I think a safe batch-size is 80 IDs, assuming a 2048 character-max for the GET url.

Rough calculations

2048 = a*x + (x-1) + b = (a+1)*x + (b-1)
Where:

  • x is the max number of IDs (round down to nearest integer)
  • a is the number of characters in each ID (in API's required format)
  • b is the number of characters in the rest of the url, which depends on the dataset/relationship and input ID namespaces
  • a*x is for all the ID characters, (x-1) is for all the pipe-delimiters

The most crucial number is a. The max number of characters for 1 input ID is 21 for REACT (Pathway) IDs.

click to see character num for all input IDs

  • 10
    • MESH IDs without prefix: 1 (C or D) plus 9 characters max according to bioregistry
    • NCBIGene IDs without prefix, estimated: the longest ID I found in my browser history is 9 characters, 106099062). I'm estimating because bioregistry doesn't give a character limit
  • 11
    • OMIM IDs with prefix, estimated: 5 (OMIM:) + 6 characters, based on looking at the new entries like 620637). I'm estimating because bioregistry doesn't give a character limit
  • 14
    • KEGG.PATHWAY IDs with custom prefix: 5 (KEGG:) + 9 characters max, based on bioregistry
  • 15
    • MESH IDs with prefix: 5 (MESH:) + 10 (explained above)
  • 21
    • REACT IDs with prefix, estimated: 6 (REACT:) + 15 characters, based on looking at the v86 (latest) new/updated topics and pathways like REACT:R-HSA-9836573.1 (Mitochondrial RNA degradation)

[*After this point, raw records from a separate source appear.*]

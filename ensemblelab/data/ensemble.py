"""The Ensemble: an immutable, tidy container for a surface-hopping trajectory ensemble.

Units everywhere inside: fs, eV (neutral and cation energies on one common zero),
Angstrom, amu. See :mod:`ensemblelab.units`.
"""

from __future__ import annotations

import copy as _copy
import html
from collections.abc import Iterable, Mapping, Sequence
from dataclasses import dataclass, field
from typing import Any

import numpy as np
import numpy.typing as npt
import pandas as pd

from ..errors import SchemaError
from ._construct import fields_from_arrays
from ._schema import (
    REQUIRED_COLUMNS,
    SCHEMA_VERSION,
    SNAPSHOT_ARRAYS,
    TRAJECTORY_ARRAYS,
    validate_fields,
)
from ._subset import take_rows

__all__ = ["Ensemble", "SCHEMA_VERSION", "SNAPSHOT_ARRAYS", "TRAJECTORY_ARRAYS", "REQUIRED_COLUMNS",
           "absorbing_state_of"]

class _ReadOnlyFrame:
    """A data descriptor for the frame fields of :class:`Ensemble`.

    The validated frame is stored once; every attribute access hands out a shallow
    copy. Under pandas copy-on-write a shallow copy shares the column buffers (so
    access costs microseconds, not a copy of the data), writing into it copies the
    touched column first, and its ``to_numpy()`` arrays are read-only views: nothing
    done to what ``ens.snapshots`` returns can change the ensemble.
    """

    def __init__(self, name: str) -> None:
        self._name = name
        self._slot = f"_{name}_frame"

    def __get__(self, obj: object, owner: type | None = None) -> Any:
        if obj is None:
            return self
        return obj.__dict__[self._slot].copy(deep=False)

    def __set__(self, obj: object, value: Any) -> None:
        # reached only through object.__setattr__ (the dataclass is frozen)
        obj.__dict__[self._slot] = value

b = 140 for the 1 x-bte operation that uses REACT IDs as input.
For the 1 x-bte operation that uses REACT IDs as input. (An example GET url with 2 input IDs is: http://ctdbase.org/tools/batchQuery.go?inputType=pathway&inputTermSearchType=directAssociations&report=genes_curated&format=json&inputTerms=REACT:R-HSA-5669034|REACT:R-HSA-5668541)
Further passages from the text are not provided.